Iran war drives mortgage rates to six-month high
Rates moved higher for the fourth consecutive week, pushed up by the ongoing US-Iran conflict and its ripple effects on oil prices and inflation expectations. The 10-year Treasury reached 4.46% today, up from 4.42% yesterday. Freddie Mac's weekly survey put the 30-year fixed rate at 6.38% as of March 26 — a six-month high — up from 6.22% the week prior.
The connection between a war in the Middle East and your mortgage rate isn't always obvious, but the math is direct. Oil prices have climbed more than 30% since the conflict started in late February, with crude sitting near $105 a barrel. Higher energy costs feed into broader inflation expectations — if oil costs more, so does everything it touches.

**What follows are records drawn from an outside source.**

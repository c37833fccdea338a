// SPDX-FileCopyrightText: The Vialkeeper developers
// SPDX-License-Identifier: GPL-3.0-or-later
#include <QAbstractItemModelTester>
#include <QSettings>
#include <QSignalSpy>
#include <QTest>
#include <catch2/catch.hpp>
#include <chrono>
#include <set>

#include "app/notebook/demo_bulk.h"
#include "app/notebook/find_runs.h"
#include "app/notebook/log_run.h"
#include "ui/models/qt_text.h"
#include "ui/models/run_list_model.h"
#include "ui/models/run_search.h"
#include "ui/workplace_fixture.h"

// The search of the window over notebooks on disk: what it finds is what the use case finds.
using namespace vialkeeper;

namespace {

struct SearchBench {
  tests::WorkplaceFixture fixture;
  std::unique_ptr<ui::NotebookLink> link;
  std::unique_ptr<ui::RunSearch> search;

  explicit SearchBench(const QString& file) {
    auto notebook =
        fixture.workplace().files.open(ui::toUtf8(file), ui::NotebookFiles::Use::kWriting);
    REQUIRE(notebook);
    link = std::make_unique<ui::NotebookLink>(fixture.workplace(), *std::move(notebook), file,
                                              QStringLiteral("KW"));
    search = std::make_unique<ui::RunSearch>(*link);
    settle();
  }
  SearchBench() : SearchBench(demo()) {}

  static QString demo() {
    static tests::WorkplaceFixture demos;
    static int count = 0;
    const QString copy =
        ui::toQt(demos.folder().path("copy" + std::to_string(++count) + ".vialbook"));
    REQUIRE(QFile::copy(demos.demoFile(), copy));
    return copy;
  }

  /// Waits until the newest text is answered.
  void settle() {
    REQUIRE(QTest::qWaitFor([this] { return !search->isBusy(); }, 20'000));
  }
  void type(const QString& text) {
    search->setText(text);
    settle();
  }
  [[nodiscard]] std::vector<app::RowNumber> numbers() const {
    std::vector<app::RowNumber> list;
    for (const app::FoundRun& each : search->runs()) list.push_back(each.run.n);
    return list;
  }
  [[nodiscard]] std::vector<app::RowNumber> expected(const std::string& text) {
    const auto found = app::findRuns(link->notebook(), text, {}, true);
    REQUIRE(found);
    std::vector<app::RowNumber> list;
    for (const app::FoundRun& each : found->runs) list.push_back(each.run.n);
    return list;
  }
};

/// A notebook of so many plain runs, made once.
QString bulkFile(std::int64_t runs) {
  static tests::WorkplaceFixture folder;
  const std::string file = folder.folder().path("bulk" + std::to_string(runs) + ".vialbook");
  if (!QFile::exists(ui::toQt(file))) {
    auto notebook = folder.workplace().files.create(file);
    REQUIRE(notebook);
    REQUIRE(app::fillWithRuns(**notebook, runs, {}));
  }
  return ui::toQt(file);
}

}  // namespace

TEST_CASE("every beginning of a search finds what the use case finds for it", "[ui][identity]") {
  SearchBench bench;
  CHECK(bench.search->matches() == bench.search->total());
  const QString typed =
      QStringLiteral("photocatalyst:4CzIPN acid:\"pivalic acid\" 5..20 mol% yield>60");
  for (qsizetype length = 1; length <= typed.size(); ++length) {
    const QString text = typed.left(length);
    const std::string utf8 = ui::toUtf8(text);
    bench.type(text);
    INFO(utf8);
    if (!app::findRuns(bench.link->notebook(), utf8, {}, true)) {
      CHECK(bench.search->fault());
      continue;
    }
    CHECK_FALSE(bench.search->fault());
    CHECK(bench.numbers() == bench.expected(utf8));
  }
  CHECK(bench.search->matches() > 0);
  CHECK(bench.search->matches() < bench.search->total());
}

TEST_CASE("of a fast series of texts the last is answered", "[ui][identity]") {
  SearchBench bench(bulkFile(450));
  const QString typed = QStringLiteral("amber film above");
  QSignalSpy answers(bench.search.get(), &ui::RunSearch::found);
  for (int round = 0; round < 20; ++round) {
    for (qsizetype length = 0; length <= typed.size(); ++length)
      bench.search->setText(typed.left(length));
  }
  bench.settle();
  CHECK(answers.count() < 20);
  CHECK(bench.search->text() == typed);
  CHECK(bench.numbers() == bench.expected(ui::toUtf8(typed)));
}

TEST_CASE("whatever is typed is answered or refused with a sentence", "[ui][identity]") {
  SearchBench bench;
  const auto before = bench.link->notebook().summary();
  QStringList texts{QStringLiteral("yield>"),
                    QStringLiteral("yield>x"),
                    QStringLiteral("\""),
                    QStringLiteral("***"),
                    QStringLiteral("*"),
                    QStringLiteral("(((("),
                    QStringLiteral("))"),
                    QStringLiteral("not"),
                    QStringLiteral("or or"),
                    QStringLiteral("'; DROP TABLE run; --"),
                    QStringLiteral("\" OR 1=1 --"),
                    QStringLiteral("NEAR(amber film, 2)"),
                    QStringLiteral("title:amber AND ^film"),
                    QStringLiteral("{amber} : film"),
                    QStringLiteral("ratio:3"),
                    QStringLiteral("yield:1e999"),
                    QStringLiteral("structure:C1CC"),
                    QStringLiteral("structure:"),
                    QString::fromUtf8("\u202e\u0000\u200b"),
                    QString(QChar(0xD800)),
                    QString(10'000, QLatin1Char('a')),
                    QString(5'000, QLatin1Char('(')),
                    QString(200'000, QLatin1Char('"')),
                    QStringLiteral("a ").repeated(3'000)};
  for (const QString& text : texts) {
    bench.type(text);
    INFO(ui::toUtf8(text.left(60)));
    if (const auto& fault = bench.search->fault()) {
      CHECK_FALSE(fault->sentence.isEmpty());
      CHECK(fault->sentence.size() < 2'000);
      CHECK(fault->from >= 0);
      CHECK(fault->from + fault->length <= text.size());
    }
  }
  bench.type({});
  CHECK_FALSE(bench.search->fault());
  const auto after = bench.link->notebook().summary();
  REQUIRE((before && after));
  CHECK(after->runs == before->runs);
  CHECK(after->revisions == before->revisions);
}

TEST_CASE("a fault points at its character behind letters of several bytes", "[ui][identity]") {
  SearchBench bench;
  bench.type(QString::fromUtf8("\"µÅ🧪\" yield>x "));
  REQUIRE(bench.search->fault());
  const auto fault = *bench.search->fault();
  bench.type(QStringLiteral("\"abcd\" yield>x "));
  REQUIRE(bench.search->fault());
  CHECK(fault == *bench.search->fault());
  // What was found before stays in sight.
  CHECK_FALSE(bench.search->runs().empty());
}

TEST_CASE("a name that no substance has finds nothing and says so", "[ui][identity]") {
  SearchBench bench;
  bench.type(QStringLiteral("acid:pivalicc "));
  CHECK(bench.search->matches() == 0);
  REQUIRE(QTest::qWaitFor([&] { return !bench.search->hint().isEmpty(); }, 5'000));
  bench.type(QStringLiteral("acid:\"pivalic acid\" "));
  CHECK(bench.search->matches() > 0);
  CHECK(bench.search->hint().isEmpty());
}

TEST_CASE("what another connection changes appears in the list", "[ui][identity]") {
  tests::WorkplaceFixture fixture;
  auto link = fixture.link();
  fixture.addRun(*link);
  ui::RunSearch search(*link);
  ui::RunListModel model(search);
  QAbstractItemModelTester tester(&model, QAbstractItemModelTester::FailureReportingMode::Fatal);
  REQUIRE(QTest::qWaitFor([&] { return model.rowCount() == 1; }, 5'000));
  const QPersistentModelIndex first = model.index(0, 0);
  {
    const auto other = fixture.other();
    const auto run = other->run(1);
    REQUIRE(run);
    REQUIRE(app::cloneRun({*other, fixture.clock(), "MR"}, *run, {}, "Another"));
  }
  CHECK(model.rowCount() == 1);
  link->lookForChanges();
  REQUIRE(QTest::qWaitFor([&] { return model.rowCount() == 2; }, 5'000));
  // The run that was there is still the same row to whoever holds it.
  CHECK(first.row() == 1);
  CHECK(model.index(0, 1).data().toString() == QStringLiteral("Another"));
  CHECK(search.countText() == QStringLiteral("2 runs"));
}

TEST_CASE("a run that is irradiating says so in word and sign", "[ui][identity]") {
  tests::WorkplaceFixture fixture;
  auto link = fixture.link();
  const app::RowNumber run = fixture.addRun(*link);
  ui::RunSearch search(*link);
  ui::RunListModel model(search);
  REQUIRE(QTest::qWaitFor([&] { return model.rowCount() == 1; }, 5'000));
  CHECK_FALSE(model.index(0, 0).data(ui::RunListModel::kIsRunningRole).toBool());
  REQUIRE(app::logLine(link->desk(), *link->notebook().run(run), {.line = "lamp on"}));
  link->lookForChanges();
  REQUIRE(QTest::qWaitFor(
      [&] { return model.index(0, 0).data(ui::RunListModel::kIsRunningRole).toBool(); }, 5'000));
  CHECK(model.index(0, 0).data(Qt::AccessibleTextRole).toString() ==
        QStringLiteral("KW-0001, irradiating"));
}

TEST_CASE("runs come in pages and each once", "[ui][identity]") {
  SearchBench bench(bulkFile(450));
  ui::RunListModel model(*bench.search);
  for (const auto order : {app::FindOrder::kNewest, app::FindOrder::kOldest, app::FindOrder::kYield,
                           app::FindOrder::kCode, app::FindOrder::kRank}) {
    bench.search->setOrder(order);
    bench.settle();
    CHECK(bench.search->matches() == 450);
    CHECK(model.rowCount() == 200);
    while (model.canFetchMore({})) {
      model.fetchMore({});
      bench.settle();
    }
    const auto numbers = bench.numbers();
    CHECK(model.rowCount() == 450);
    CHECK(std::set(numbers.begin(), numbers.end()).size() == 450);
    const auto whole = bench.link->notebook().find({}, {.order = order, .limit = 0});
    REQUIRE(whole);
    for (std::size_t i = 0; i < numbers.size(); ++i) CHECK(whole->runs[i].run.n == numbers[i]);
  }
  // The tester fetches for itself.
  bench.search->setOrder(app::FindOrder::kNewest);
  QAbstractItemModelTester tester(&model, QAbstractItemModelTester::FailureReportingMode::Fatal);
  bench.settle();
}

TEST_CASE("the list stays sound while texts, orders and columns change", "[ui][identity]") {
  QSettings().remove(QStringLiteral("runs/columns"));
  SearchBench bench;
  ui::RunListModel model(*bench.search);
  QAbstractItemModelTester tester(&model, QAbstractItemModelTester::FailureReportingMode::Fatal);
  CHECK(model.columns() == ui::defaultRunColumns());
  for (const ui::RunColumn column : ui::allRunColumns()) model.setShown(column, true);
  CHECK(model.columnCount() == ui::allRunColumns().size());
  for (int row = 0; row < model.rowCount(); ++row) {
    for (int column = 0; column < model.columnCount(); ++column)
      CHECK_FALSE(model.index(row, column).data(Qt::AccessibleTextRole).toString().isEmpty());
  }
  bench.type(QStringLiteral("pivalic"));
  bench.search->setOrder(app::FindOrder::kYield);
  bench.settle();
  for (const ui::RunColumn column : ui::allRunColumns()) model.setShown(column, false);
  CHECK(model.columnCount() == 1);
  // The choice is there the next time.
  CHECK(ui::RunListModel(*bench.search).columns() == model.columns());
  model.showDefaultColumns();
}

TEST_CASE("a search that is given up does not keep its window waiting", "[ui][identity]") {
  SearchBench bench(bulkFile(450));
  const auto start = std::chrono::steady_clock::now();
  for (int i = 0; i < 20; ++i) {
    ui::RunSearch search(*bench.link);
    search.setText(QStringLiteral("structure:OC=O not yield>60"));
  }
  CHECK(std::chrono::steady_clock::now() - start < std::chrono::seconds(5));
}
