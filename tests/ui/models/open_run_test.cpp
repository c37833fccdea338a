// SPDX-FileCopyrightText: The Vialkeeper developers
// SPDX-License-Identifier: GPL-3.0-or-later
#include <QCoreApplication>
#include <catch2/catch.hpp>

#include "ui/models/open_run.h"
#include "ui/models/qt_text.h"
#include "ui/workplace_fixture.h"

// What the desktop does with a run, against the notebook file itself: the trail and a second
// connection say what really was written.
using namespace vialkeeper;

namespace {

struct Bench {
  tests::WorkplaceFixture fixture;
  std::unique_ptr<ui::NotebookLink> link = fixture.link();
  ui::ActionHistory history;
  ui::OpenRun run{*link, history};

  Bench() { REQUIRE(run.open(fixture.addRun(*link))); }

  const app::ComponentRecord& component(const std::string& key) const {
    for (const auto& each : run.sheet().components)
      if (each.key == key) return each;
    throw std::logic_error("no component " + key);
  }
};

}  // namespace

TEST_CASE("undoing a weighing takes it out and redoing puts it back, each as a new change",
          "[ui][identity]") {
  Bench bench;
  const std::size_t before = bench.link->notebook().history(bench.run.run().n)->size();
  tests::requireDone(bench.run.weigh("nickel", QStringLiteral("3.1 mg"), {.accepted = true}));
  CHECK(bench.component("nickel").actualText == "3.1 mg");
  bench.history.undo();
  CHECK(bench.component("nickel").actualText.empty());
  bench.history.redo();
  CHECK(bench.component("nickel").actualText == "3.1 mg");
  CHECK(bench.link->notebook().history(bench.run.run().n)->size() == before + 3);
}

TEST_CASE("undoing an amount brings the earlier plan back word for word", "[ui][identity]") {
  Bench bench;
  const std::string before = bench.run.sheet().planned.planText;
  tests::requireDone(bench.run.edit(QStringLiteral("acid"), {app::AmountEdit{"acid", "7 mol%"}}));
  CHECK(bench.component("acid").planned_molPercent == Approx(7.0));
  bench.history.undo();
  CHECK(bench.run.sheet().planned.planText == before);
  bench.history.redo();
  CHECK(bench.component("acid").planned_molPercent == Approx(7.0));
}

TEST_CASE("an entry that is undone stays visible and is withdrawn", "[ui][identity]") {
  Bench bench;
  tests::requireDone(bench.run.log(QStringLiteral("p 0.42 bar 35 C")));
  REQUIRE(bench.run.strip().pressures.size() == 1);
  bench.history.undo();
  CHECK(bench.run.events().size() == 2);
  CHECK(bench.run.strip().pressures.empty());
  bench.history.redo();
  CHECK(bench.run.events().size() == 3);
  CHECK(bench.run.strip().pressures.size() == 1);
}

TEST_CASE("a weighing that somebody else changed meanwhile is a conflict that shows both",
          "[ui][identity]") {
  Bench bench;
  tests::requireDone(bench.run.weigh("nickel", QStringLiteral("3.1 mg"), {.accepted = true}));
  {
    const auto other = bench.fixture.other();
    app::Desk desk{*other, bench.fixture.clock(), "MR"};
    REQUIRE(app::weighComponent(desk, *other->run(bench.run.run().n), "nickel", "3.4 mg", true, ""));
  }
  QString mine;
  QString theirs;
  std::function<void()> takeMine;
  QObject::connect(&bench.run, &ui::OpenRun::conflictFound, [&](const ui::Conflict& conflict) {
    mine = conflict.mine;
    theirs = conflict.theirs;
    takeMine = conflict.takeMine;
  });
  const auto outcome = bench.run.weigh("nickel", QStringLiteral("3.2 mg"), {.accepted = true});
  CHECK(outcome.conflict);
  CHECK(mine == QStringLiteral("3.2 mg"));
  CHECK(theirs == QStringLiteral("3.4 mg"));
  CHECK(bench.component("nickel").actualText == "3.4 mg");
  REQUIRE(takeMine);
  takeMine();
  CHECK(bench.component("nickel").actualText == "3.2 mg");
}

TEST_CASE("a change from another process appears without a restart", "[ui][identity]") {
  Bench bench;
  {
    const auto other = bench.fixture.other();
    app::Desk desk{*other, bench.fixture.clock(), "MR"};
    REQUIRE(app::logLine(desk, *other->run(bench.run.run().n), {.line = "deep amber"}));
  }
  CHECK(bench.run.events().empty());
  bench.link->lookForChanges();
  CHECK(bench.run.events().size() == 1);
}

TEST_CASE("a refused command leaves the run, the trail and the history as they were",
          "[ui][identity]") {
  Bench bench;
  const std::size_t before = bench.link->notebook().history(bench.run.run().n)->size();
  for (const auto* typed : {"", "3.1", "three mg", "3.1 bar", "-2 mg", "1e999 mg", "\xF0\x9F\x92\xA7"}) {
    const auto outcome =
        bench.run.weigh("nickel", QString::fromUtf8(typed), {.accepted = true});
    CHECK_FALSE(outcome.done);
    CHECK_FALSE(outcome.faults.empty());
  }
  CHECK_FALSE(bench.run.edit(QStringLiteral("x"), {app::AmountEdit{"acid", "5 bar"}}).done);
  CHECK_FALSE(bench.run.edit(QStringLiteral("x"), {app::ComponentRemoval{"amine"}}).done);
  CHECK(bench.link->notebook().history(bench.run.run().n)->size() == before);
  CHECK_FALSE(bench.history.canUndo());
}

Bond investors demand a higher yield to compensate for that inflation risk, and as Treasury yields rise, mortgage rates follow. What looked like a promising spring buying season has turned into four straight weeks of rate increases.
For borrowers shopping right now, the 30-year conventional is running around 6.36%–6.38%, with 15-year rates near 5.73%. The week-over-week move of roughly 16 basis points on a $400,000 loan translates to about $44 more per month and roughly $15,800 in additional interest over 30 years — the breakeven math worth knowing when evaluating your timing. Rates are trending higher as long as the oil-driven inflation signal persists. You can see where today's numbers land for your specific scenario at netrate.mortgage.
The Federal Reserve held the funds rate steady at 3.50%–3.75% at the March 17-18 FOMC meeting. The next meeting is April 28-29. What's notable is the shift in market expectations: earlier this year, traders were pricing in two rate cuts. Today, markets see roughly a 50% chance of a rate increase by December — a dramatic reversal driven entirely by energy-related inflation fears. How the conflict in the Middle East evolves over the next few weeks will largely determine whether mortgage rates stabilize here or continue climbing into spring.